____ Records for the exercise
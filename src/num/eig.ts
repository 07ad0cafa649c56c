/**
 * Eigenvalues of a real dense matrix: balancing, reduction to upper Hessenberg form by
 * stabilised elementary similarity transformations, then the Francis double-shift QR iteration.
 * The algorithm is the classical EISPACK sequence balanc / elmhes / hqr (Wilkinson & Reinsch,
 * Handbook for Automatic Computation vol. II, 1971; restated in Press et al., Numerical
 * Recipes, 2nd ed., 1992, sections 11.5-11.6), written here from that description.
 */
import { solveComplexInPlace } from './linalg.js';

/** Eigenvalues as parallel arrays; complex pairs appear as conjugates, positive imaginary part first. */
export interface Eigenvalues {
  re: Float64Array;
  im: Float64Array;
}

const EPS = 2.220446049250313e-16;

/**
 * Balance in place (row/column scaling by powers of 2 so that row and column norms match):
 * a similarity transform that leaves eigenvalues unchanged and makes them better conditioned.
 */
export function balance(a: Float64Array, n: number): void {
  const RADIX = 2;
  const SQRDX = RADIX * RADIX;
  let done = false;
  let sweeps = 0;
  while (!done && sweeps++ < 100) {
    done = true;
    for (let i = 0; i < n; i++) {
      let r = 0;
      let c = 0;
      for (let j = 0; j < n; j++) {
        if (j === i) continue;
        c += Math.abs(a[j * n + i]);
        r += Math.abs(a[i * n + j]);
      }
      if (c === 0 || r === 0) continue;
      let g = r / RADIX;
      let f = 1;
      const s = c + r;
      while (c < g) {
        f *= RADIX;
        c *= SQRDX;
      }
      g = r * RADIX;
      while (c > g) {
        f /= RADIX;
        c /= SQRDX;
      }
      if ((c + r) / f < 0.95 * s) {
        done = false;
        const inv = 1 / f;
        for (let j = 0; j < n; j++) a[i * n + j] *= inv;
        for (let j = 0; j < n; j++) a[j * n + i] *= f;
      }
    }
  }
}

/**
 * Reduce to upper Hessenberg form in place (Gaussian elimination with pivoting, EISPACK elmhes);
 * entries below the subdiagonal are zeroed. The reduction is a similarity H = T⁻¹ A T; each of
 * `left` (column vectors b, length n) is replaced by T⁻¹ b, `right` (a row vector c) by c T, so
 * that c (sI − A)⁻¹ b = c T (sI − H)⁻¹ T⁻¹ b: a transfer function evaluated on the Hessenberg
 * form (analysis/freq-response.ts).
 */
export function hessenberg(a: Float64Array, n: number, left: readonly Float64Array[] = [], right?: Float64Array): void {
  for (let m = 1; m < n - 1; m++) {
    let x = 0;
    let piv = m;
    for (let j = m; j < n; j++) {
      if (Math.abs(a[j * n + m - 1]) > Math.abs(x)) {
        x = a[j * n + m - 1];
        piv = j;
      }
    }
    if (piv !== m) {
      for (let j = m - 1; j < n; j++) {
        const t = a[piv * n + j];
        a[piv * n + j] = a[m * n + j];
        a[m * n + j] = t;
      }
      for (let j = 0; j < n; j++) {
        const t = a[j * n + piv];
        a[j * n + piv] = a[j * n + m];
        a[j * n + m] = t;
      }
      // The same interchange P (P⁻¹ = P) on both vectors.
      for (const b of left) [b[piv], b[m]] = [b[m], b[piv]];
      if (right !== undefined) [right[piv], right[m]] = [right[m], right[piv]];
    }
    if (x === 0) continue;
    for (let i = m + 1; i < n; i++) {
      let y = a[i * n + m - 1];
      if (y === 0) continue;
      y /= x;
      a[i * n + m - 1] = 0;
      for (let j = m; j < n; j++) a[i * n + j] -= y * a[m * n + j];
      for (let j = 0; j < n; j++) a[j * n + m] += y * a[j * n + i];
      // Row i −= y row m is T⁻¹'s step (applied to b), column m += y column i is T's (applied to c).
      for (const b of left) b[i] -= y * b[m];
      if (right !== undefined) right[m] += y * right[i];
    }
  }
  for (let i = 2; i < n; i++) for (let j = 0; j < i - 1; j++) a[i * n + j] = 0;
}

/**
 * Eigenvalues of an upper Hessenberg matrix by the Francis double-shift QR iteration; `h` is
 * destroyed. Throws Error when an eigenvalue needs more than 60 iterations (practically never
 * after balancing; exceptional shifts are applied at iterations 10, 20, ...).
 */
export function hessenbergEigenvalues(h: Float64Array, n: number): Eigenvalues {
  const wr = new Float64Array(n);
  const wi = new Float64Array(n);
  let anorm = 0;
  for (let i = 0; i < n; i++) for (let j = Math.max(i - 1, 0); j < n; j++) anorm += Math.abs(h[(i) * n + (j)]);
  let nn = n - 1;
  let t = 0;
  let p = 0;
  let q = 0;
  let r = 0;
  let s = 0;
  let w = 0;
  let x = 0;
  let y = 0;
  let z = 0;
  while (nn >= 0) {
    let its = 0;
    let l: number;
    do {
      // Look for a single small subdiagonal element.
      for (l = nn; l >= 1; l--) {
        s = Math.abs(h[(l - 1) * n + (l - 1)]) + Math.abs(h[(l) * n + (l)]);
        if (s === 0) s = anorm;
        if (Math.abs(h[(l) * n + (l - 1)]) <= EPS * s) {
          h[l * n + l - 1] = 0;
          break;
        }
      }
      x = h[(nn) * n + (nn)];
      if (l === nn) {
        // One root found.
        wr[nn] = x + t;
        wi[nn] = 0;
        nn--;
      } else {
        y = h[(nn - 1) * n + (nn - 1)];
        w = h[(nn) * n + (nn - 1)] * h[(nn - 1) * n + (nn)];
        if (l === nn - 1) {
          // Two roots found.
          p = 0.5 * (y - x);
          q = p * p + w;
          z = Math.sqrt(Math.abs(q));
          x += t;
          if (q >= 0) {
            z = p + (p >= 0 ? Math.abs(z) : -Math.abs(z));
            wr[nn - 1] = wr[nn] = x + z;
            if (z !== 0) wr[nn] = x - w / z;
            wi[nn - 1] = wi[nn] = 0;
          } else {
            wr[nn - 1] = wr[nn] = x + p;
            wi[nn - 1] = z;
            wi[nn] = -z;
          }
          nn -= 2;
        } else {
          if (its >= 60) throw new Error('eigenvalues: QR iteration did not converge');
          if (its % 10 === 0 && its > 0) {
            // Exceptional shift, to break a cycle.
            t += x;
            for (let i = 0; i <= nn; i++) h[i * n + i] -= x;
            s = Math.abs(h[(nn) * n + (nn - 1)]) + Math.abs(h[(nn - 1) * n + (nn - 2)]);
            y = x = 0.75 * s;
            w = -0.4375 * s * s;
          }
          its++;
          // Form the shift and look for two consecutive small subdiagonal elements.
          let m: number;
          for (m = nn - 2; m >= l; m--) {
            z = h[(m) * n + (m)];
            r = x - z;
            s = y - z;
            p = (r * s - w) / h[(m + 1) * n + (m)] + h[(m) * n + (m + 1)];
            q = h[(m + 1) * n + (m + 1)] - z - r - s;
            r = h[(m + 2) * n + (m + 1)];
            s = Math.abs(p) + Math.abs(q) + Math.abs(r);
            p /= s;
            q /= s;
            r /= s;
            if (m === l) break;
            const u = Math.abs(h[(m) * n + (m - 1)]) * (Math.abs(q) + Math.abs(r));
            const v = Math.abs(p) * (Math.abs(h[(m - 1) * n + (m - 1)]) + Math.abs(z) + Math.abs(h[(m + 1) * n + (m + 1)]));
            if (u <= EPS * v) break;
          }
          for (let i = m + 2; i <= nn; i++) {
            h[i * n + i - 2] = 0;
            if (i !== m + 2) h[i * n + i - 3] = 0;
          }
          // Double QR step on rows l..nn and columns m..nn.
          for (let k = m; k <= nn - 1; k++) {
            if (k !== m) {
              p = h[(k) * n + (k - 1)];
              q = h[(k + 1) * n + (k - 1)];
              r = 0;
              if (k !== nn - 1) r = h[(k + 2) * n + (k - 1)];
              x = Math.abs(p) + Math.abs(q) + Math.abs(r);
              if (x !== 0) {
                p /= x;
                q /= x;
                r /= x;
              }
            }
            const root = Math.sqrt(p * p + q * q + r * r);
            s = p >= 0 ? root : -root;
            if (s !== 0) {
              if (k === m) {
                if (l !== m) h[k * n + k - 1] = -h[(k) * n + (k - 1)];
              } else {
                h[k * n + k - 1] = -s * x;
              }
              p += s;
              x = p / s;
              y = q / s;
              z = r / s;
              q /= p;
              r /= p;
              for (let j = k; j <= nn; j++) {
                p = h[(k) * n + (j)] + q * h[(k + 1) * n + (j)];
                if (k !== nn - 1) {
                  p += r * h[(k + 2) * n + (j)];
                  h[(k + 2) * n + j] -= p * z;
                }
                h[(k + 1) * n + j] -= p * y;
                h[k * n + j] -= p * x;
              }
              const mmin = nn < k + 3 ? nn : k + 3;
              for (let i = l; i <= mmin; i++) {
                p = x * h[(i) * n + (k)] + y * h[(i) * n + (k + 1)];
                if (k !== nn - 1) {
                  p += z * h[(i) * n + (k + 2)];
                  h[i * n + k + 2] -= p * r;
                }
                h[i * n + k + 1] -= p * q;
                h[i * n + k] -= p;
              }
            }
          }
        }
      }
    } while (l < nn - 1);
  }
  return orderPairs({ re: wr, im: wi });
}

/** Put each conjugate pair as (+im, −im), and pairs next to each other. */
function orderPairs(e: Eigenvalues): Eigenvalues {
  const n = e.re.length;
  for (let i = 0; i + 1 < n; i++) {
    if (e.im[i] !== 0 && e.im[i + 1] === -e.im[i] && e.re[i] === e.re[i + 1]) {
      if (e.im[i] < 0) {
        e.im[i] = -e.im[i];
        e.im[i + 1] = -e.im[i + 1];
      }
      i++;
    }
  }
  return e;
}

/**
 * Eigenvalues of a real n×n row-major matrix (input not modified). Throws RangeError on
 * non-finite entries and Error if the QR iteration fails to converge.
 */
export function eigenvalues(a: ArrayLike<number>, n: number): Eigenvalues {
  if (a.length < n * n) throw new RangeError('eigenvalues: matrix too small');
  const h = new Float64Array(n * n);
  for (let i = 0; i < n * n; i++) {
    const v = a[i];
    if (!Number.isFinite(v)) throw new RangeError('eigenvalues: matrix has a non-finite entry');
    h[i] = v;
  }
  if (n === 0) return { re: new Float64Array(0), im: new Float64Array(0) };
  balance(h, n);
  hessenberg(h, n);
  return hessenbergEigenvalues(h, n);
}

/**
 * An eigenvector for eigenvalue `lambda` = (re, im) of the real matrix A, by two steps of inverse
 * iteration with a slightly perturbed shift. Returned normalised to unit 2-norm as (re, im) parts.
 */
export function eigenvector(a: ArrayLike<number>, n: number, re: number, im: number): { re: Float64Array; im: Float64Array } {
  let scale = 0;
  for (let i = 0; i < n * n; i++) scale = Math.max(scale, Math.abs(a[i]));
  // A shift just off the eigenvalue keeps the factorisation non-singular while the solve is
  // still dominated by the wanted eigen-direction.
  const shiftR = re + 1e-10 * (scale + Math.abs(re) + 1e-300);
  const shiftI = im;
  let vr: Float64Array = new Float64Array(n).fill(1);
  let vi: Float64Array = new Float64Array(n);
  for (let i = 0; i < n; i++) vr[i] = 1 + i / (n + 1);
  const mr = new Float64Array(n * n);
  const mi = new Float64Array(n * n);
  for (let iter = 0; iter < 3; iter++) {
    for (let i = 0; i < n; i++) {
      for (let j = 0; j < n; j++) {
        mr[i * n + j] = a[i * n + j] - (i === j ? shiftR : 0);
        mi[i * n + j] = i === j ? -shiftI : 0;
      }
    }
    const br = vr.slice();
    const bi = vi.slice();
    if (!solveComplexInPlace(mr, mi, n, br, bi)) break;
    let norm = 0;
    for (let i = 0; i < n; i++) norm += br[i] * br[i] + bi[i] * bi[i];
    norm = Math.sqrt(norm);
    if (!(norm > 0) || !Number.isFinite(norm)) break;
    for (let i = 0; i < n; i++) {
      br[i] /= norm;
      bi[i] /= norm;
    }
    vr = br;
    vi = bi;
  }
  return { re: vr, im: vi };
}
________
▶ **About this task**
Search the records above for "applied". Copy each line where it is found.

▶ **Response box**
      // Row i −= y row m is T⁻¹'s step (applied to b), column m += y column i is T's (applied to c).
 * after balancing; exceptional shifts are applied at iterations 10, 20, ...).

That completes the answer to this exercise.